David and Jenni Edgar

With its natural beauty, temperate climate, budding infrastructure and population of highly trained film professionals, why shouldn’t Noosa have a film industry and film festival to rival any in the world?

Aiming to make it happen, the Sunny Coast Showdown teamed with Rolls Royce, Noosa Waterfront Restaurant, Saturate, Hot 91, In Noosa and Sunshine Coast Screen Collective for a cocktail party last Saturday to raise funds and attract patrons for locally produced films.

Sunny Coast Showdown, co-founded by Powderfinger’s Jon Coghill and US Survivor producer Dan Munday, is a not-for-profit talent and idea incubator where successful applicants receive funding, support and mentoring to develop and produce their projects.

It aims to give local screenwriters, filmmakers and crew an opportunity to produce and deliver great projects and showcase them at a community festival event.

Jon Coghill told guests at the event at Noosa Waterfront Restaurant how, as a 10-year-old boy growing up in Nambour, he was “smashing out“ Phil Collins on his drums one day when there was a knock on the window from a passerby.

Expecting to be told to keep the noise down he was elated when the man shouted out, “Yeah, you rock“.

That feeling drawn from creative expression is what he wants to nurture in others with Sunny Coast Showdown, an organisation about five years in the making which began with an idea for it he shared with friend Dan Munday, a fellow Sunshine Coast boy, who grew up at Yandina, and Dan backed it.

“We can do that,“ Dan told him.

There’s been a local product in Noosa for a while and Sunshine Coast Screen Collective has been working to bring industry professionals together, Dan said.

But with most professionals who live locally travelling across the world for their work in film and television, Sunny Coast Showdown aims to nurture ideas, create work in the area and build up crew needed for a local industry.

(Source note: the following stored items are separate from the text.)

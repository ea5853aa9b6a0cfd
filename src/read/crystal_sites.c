#include "read/crystal.h"

#include <math.h>
#include <stdio.h>
#include <string.h>

#include "base/text.h"
#include "base/units.h"
#include "physics/amplitude.h"
#include "physics/cell.h"
#include "physics/structure.h"
#include "read/element.h"

/* The columns of the loop of sites; NULL: not there. */
typedef enum {
	LABEL,
	TYPE,
	X,
	Y,
	Z,
	OCCUPANCY,
	U_ISO,
	B_ISO,
	FLAG,
	ASSEMBLY,
	GROUP,
	COLUMNS
} column;

static const char *const column_names[COLUMNS] = {
	[LABEL] = "_atom_site_label _atom_site_label_atom_id _atom_site_id",
	[TYPE] = "_atom_site_type_symbol",
	[X] = "_atom_site_fract_x _atom_site_cartn_x",
	[Y] = "_atom_site_fract_y _atom_site_cartn_y",
	[Z] = "_atom_site_fract_z _atom_site_cartn_z",
	[OCCUPANCY] = "_atom_site_occupancy",
	[U_ISO] = "_atom_site_u_iso_or_equiv",
	[B_ISO] = "_atom_site_b_iso_or_equiv",
	[FLAG] = "_atom_site_calc_flag",
	[ASSEMBLY] = "_atom_site_disorder_assembly",
	[GROUP] = "_atom_site_disorder_group _atom_site_label_alt_id",
};

/* The loop of sites, what all of them share, and lists of labels for remarks. */
typedef struct {
	bh_crystal *c;
	const bh_cif_item *columns[COLUMNS];
	bool cartesian;
	double to_fractional[3][3];
	bh_element_counts formula;
	double surely[BH_Z_MAX + 1]; /* sites whose element is beyond doubt */
	bh_text dummies, no_occupancy, fractions, ambiguous, no_ion, negative, loose;
} site_loop;

static const bh_cif_value *cell_of(const site_loop *l, column which, size_t row)
{
	const bh_cif_item *item = l->columns[which];

	return item && !bh_cif_is_unknown(&item->values[row]) ? &item->values[row] : NULL;
}

static bool find_columns(site_loop *l)
{
	bh_crystal *c = l->c;

	for (int i = 0; i < COLUMNS; i++)
		l->columns[i] = bh_cif_find(c->block, column_names[i]);
	if (!l->columns[X] || !l->columns[Y] || !l->columns[Z])
		return false;
	l->cartesian = strstr(l->columns[X]->name, "cartn") != NULL;
	for (int i = 0; i < COLUMNS; i++)
		if (l->columns[i] && l->columns[i]->count != l->columns[X]->count)
			l->columns[i] = NULL; /* of another loop */
	return l->columns[Y] && l->columns[Z];
}

/* What a label or type says, in doubt with the help of the formula. */
static bool choose_element(site_loop *l, int *z, const int may[2], int many)
{
	const double *atoms = l->formula.atoms;
	bool first = many > 0 && atoms[may[0]] > 0, second = many > 1 && atoms[may[1]] > 0;

	if (many == 0)
		return false;
	*z = may[0];
	if (many == 1 || !l->formula.known)
		return true;
	if (!first && second)
		*z = may[1];
	/* "CO1" beside "C1" when nothing else can be the cobalt of the formula */
	if (first && second && !(l->surely[may[1]] > 0) &&
	    bh_element_symbol(may[0])[1] == '\0')
		*z = may[1];
	return true;
}

static bool read_element(site_loop *l, bh_site *site, size_t row)
{
	const bh_cif_value *type = cell_of(l, TYPE, row), *label = cell_of(l, LABEL, row);
	const bh_cif_value *said = type ? type : label;
	const bh_cif_item *at = l->columns[X];
	int may[2], many;
	char text[40];

	if (type && bh_element_type(&site->z, &site->charge, type->text, type->length))
		return true;
	many = label && (!type || !l->columns[TYPE])
		       ? bh_element_label(may, label->text, label->length)
		       : 0;
	if (many == 2 && !l->formula.known && !l->columns[TYPE] && label->text[1] <= 'Z')
		bh_crystal_list(&l->ambiguous, site->label);
	if (choose_element(l, &site->z, may, many))
		return true;
	bh_cif_text(text, sizeof text, said);
	return bh_problem(l->c->problems,
			  bh_cif_place(l->c->cif, said ? said : &at->values[row]),
			  "site \"%s\": \"%s\" is no element from H to U\ngive its element "
			  "in _atom_site_type_symbol, or take the site out",
			  site->label, text);
}

/* Elements that labels or types name beyond doubt. */
static void count_sure(site_loop *l)
{
	for (size_t row = 0; row < l->columns[X]->count; row++) {
		const bh_cif_value *type = cell_of(l, TYPE, row),
				   *label = cell_of(l, LABEL, row);
		int may[2], charge;

		if (type && bh_element_type(&may[0], &charge, type->text, type->length))
			l->surely[may[0]]++;
		else if (label &&
			 (bh_element_label(may, label->text, label->length) == 1 ||
			  (label->length > 1 && label->text[1] >= 'a' &&
			   label->text[1] <= 'z')))
			l->surely[may[0]]++;
	}
}

/* A coordinate that is not known makes the site a dummy; *skip says so. */
static bool read_place(site_loop *l, bh_site *site, size_t row, bool *skip)
{
	const bh_cell *cell = &l->c->phase->cell;
	const double edges[3] = { cell->a_A, cell->b_A, cell->c_A };
	double at[3], unit_A = 0;

	*skip = false;
	for (int j = 0; j < 3; j++) {
		const bh_cif_value *value = cell_of(l, (column)(X + j), row);
		bool fraction;
		int decimals;
		char text[40];

		if (!value) {
			*skip = true;
			bh_crystal_list(&l->dummies, site->label);
			return true;
		}
		bh_cif_text(text, sizeof text, value);
		if (!bh_cif_coordinate(&at[j], &decimals, &fraction, value) ||
		    !(fabs(at[j]) <= (l->cartesian ? 1e5 : 1000)))
			return bh_problem(
				l->c->problems, bh_cif_place(l->c->cif, value),
				"site \"%s\": \"%s\" is no coordinate\nallowed: a number "
				"like 0.2346(2); look for values that are shifted",
				site->label, text);
		if (fraction)
			bh_crystal_list(&l->fractions, site->label);
		if (decimals > 0)
			unit_A = fmax(unit_A, pow(10, -decimals) *
						      (l->cartesian ? 1 : edges[j]));
	}
	for (int j = 0; j < 3; j++)
		site->at[j] = !l->cartesian ? at[j]
					    : l->to_fractional[j][0] * at[0] +
						      l->to_fractional[j][1] * at[1] +
						      l->to_fractional[j][2] * at[2];
	/* two images of a place that is off by 0.67 of its last digit are this far apart */
	site->reach_A = fmin(0.25, fmax(0.005, 2.5 * unit_A));
	return true;
}

static bool read_occupancy(site_loop *l, bh_site *site, size_t row)
{
	const bh_cif_value *value = cell_of(l, OCCUPANCY, row);
	const bh_cif_item *given = l->columns[OCCUPANCY];
	char text[40];

	site->occupancy = 1;
	if (!value) {
		if (given && *given->values[row].text == '?')
			bh_crystal_list(&l->no_occupancy, site->label);
		return true;
	}
	bh_cif_text(text, sizeof text, value);
	if (!bh_cif_number(&site->occupancy, NULL, value) ||
	    !(site->occupancy >= 0 && site->occupancy <= 1.05))
		return bh_problem(l->c->problems, bh_cif_place(l->c->cif, value),
				  "site \"%s\": occupancy \"%s\"\nallowed: 0 to 1",
				  site->label, text);
	site->occupancy = fmin(1, site->occupancy);
	return true;
}

/* U or B; a negative one is no displacement. */
static bool read_displacement(site_loop *l, bh_site *site, size_t row)
{
	const bh_cif_value *u = cell_of(l, U_ISO, row), *b = cell_of(l, B_ISO, row);
	const bh_cif_value *value = b ? b : u;
	double number;
	char text[40];

	site->b_iso_A2 = BH_B_ISO_DEFAULT_A2;
	site->b_known = false;
	if (!value)
		return true;
	bh_cif_text(text, sizeof text, value);
	if (!bh_cif_number(&number, NULL, value) || !(fabs(number) <= 1000))
		return bh_problem(l->c->problems, bh_cif_place(l->c->cif, value),
				  "site \"%s\": displacement \"%s\"\nallowed: a number of "
				  "Å², like 0.0123(4), or ?",
				  site->label, text);
	if (number < 0)
		bh_crystal_list(&l->negative, site->label);
	site->b_iso_A2 = fmax(0, b ? number : 8 * BH_PI * BH_PI * number);
	site->b_known = true;
	if (site->b_iso_A2 > 30)
		bh_crystal_list(&l->loose, site->label);
	return true;
}

static bool read_site(site_loop *l, bh_site *site, size_t row, bool *skip)
{
	const bh_cif_value *flag = cell_of(l, FLAG, row);
	const bh_cif_value *label = cell_of(l, LABEL, row);

	*site = (bh_site){ .place = bh_cif_place(l->c->cif, &l->columns[X]->values[row]) };
	bh_cif_text(site->label, sizeof site->label,
		    label ? label : cell_of(l, TYPE, row));
	if (!*site->label)
		snprintf(site->label, sizeof site->label, "site %zu", row + 1);
	*skip = flag && flag->length == 3 && memcmp(flag->text, "dum", 3) == 0;
	if (*skip) {
		bh_crystal_list(&l->dummies, site->label);
		return true;
	}
	if (!read_place(l, site, row, skip))
		return false;
	if (*skip)
		return true;
	if (!read_element(l, site, row) || !read_occupancy(l, site, row) ||
	    !read_displacement(l, site, row))
		return false;
	*skip = !(site->occupancy > 0);
	bh_cif_text(site->assembly, sizeof site->assembly, cell_of(l, ASSEMBLY, row));
	bh_cif_text(site->alternative, sizeof site->alternative, cell_of(l, GROUP, row));
	if (site->charge && !bh_form_factor_find(site->z, site->charge))
		bh_crystal_list(&l->no_ion, site->label);
	return true;
}

static void remark(site_loop *l, bh_severity severity, const bh_text *labels,
		   const char *text)
{
	if (labels->length)
		bh_crystal_remark(l->c, severity,
				  bh_crystal_place(l->c, l->columns[X]), "%s: %s", text,
				  labels->bytes);
}

static void remark_all(site_loop *l)
{
	remark(l, BH_NOTE, &l->dummies,
	       "sites without a place, or marked as dummies, are left out");
	remark(l, BH_CAUTION, &l->no_occupancy,
	       "the occupancy of these sites is not known, 1 is taken");
	remark(l, BH_NOTE, &l->fractions, "coordinates written as fractions");
	remark(l, BH_CAUTION, &l->ambiguous,
	       "these labels may mean two elements, _atom_site_type_symbol would tell");
	remark(l, BH_NOTE, &l->no_ion,
	       "no form factor for the charge of these ions, the neutral atom's is used");
	remark(l, BH_CAUTION, &l->negative, "negative displacement, 0 is taken");
	remark(l, BH_CAUTION, &l->loose,
	       "displacements beyond B = 30 Å², perhaps B where U is said");
	bh_text_free(&l->loose);
	bh_text_free(&l->dummies);
	bh_text_free(&l->no_occupancy);
	bh_text_free(&l->fractions);
	bh_text_free(&l->ambiguous);
	bh_text_free(&l->no_ion);
	bh_text_free(&l->negative);
}

/* Cartesian coordinates have x along a and z along c*, as DDL2 files do.
 *   from  International Tables G (2005), 3.6.6 */
static void prepare_axes(site_loop *l)
{
	bh_mat3 axes, inverse;

	bh_cell_axes(axes.at, &l->c->phase->cell);
	if (bh_mat3_invert(&inverse, &axes))
		memcpy(l->to_fractional, inverse.at, sizeof inverse.at);
}

static bool read_all(site_loop *l)
{
	bh_crystal *c = l->c;
	bh_phase *phase = c->phase;
	size_t count = l->columns[X]->count;

	if (count > BH_SITES_MOST)
		return bh_problem(c->problems, bh_crystal_place(c, l->columns[X]),
				  "%zu sites\nallowed: up to %d; the lines of a larger "
				  "structure overlap everywhere",
				  count, BH_SITES_MOST);
	phase->sites = bh_new(c->arena, bh_site, count);
	if (!phase->sites) {
		c->problems->lost = true;
		return false;
	}
	for (size_t row = 0; row < count; row++) {
		bool skip;

		if (!read_site(l, &phase->sites[phase->site_count], row, &skip))
			return false;
		phase->site_count += !skip;
	}
	return true;
}

bool bh_crystal_sites(bh_crystal *c)
{
	site_loop l = { .c = c };
	const bh_cif_value *formula = bh_crystal_value(c, "_chemical_formula_sum");
	bool good;

	if (formula)
		bh_element_formula(&l.formula, formula->text, formula->length);
	if (!find_columns(&l)) {
		bh_crystal_remark(c, BH_CAUTION, bh_crystal_place(c, NULL),
				  "the file gives no coordinates: positions of lines only, no "
				  "intensities");
		return true;
	}
	if (l.cartesian)
		prepare_axes(&l);
	count_sure(&l);
	good = read_all(&l);
	if (good && c->phase->site_count == 0)
		bh_crystal_remark(c, BH_CAUTION, bh_crystal_place(c, l.columns[X]),
				  "no site has coordinates: positions of lines only, no "
				  "intensities");
	remark_all(&l);
	return good && !c->problems->lost;
}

Thinking big, the organisation expects to gain a reputation to produce multimillion dollar films to be made locally with benefits to flow across the community.

“If we’re on the map, we have an industry,“ Dan said.

“We can do that through independent film and television.“

Last year Sunny Coast Showdown provided funding of $5000 per project and mentoring for six projects chosen from 110 submissions with one film featured at the prestigious Berlin Film Festival.

This year they aim to provide more funding and are calling for submissions for film and TV project ideas with the works expected to be delivered by the end of May.

The cocktail event including auction raised funds for the projects and the group are calling for more funds, sponsors, patrons and participants.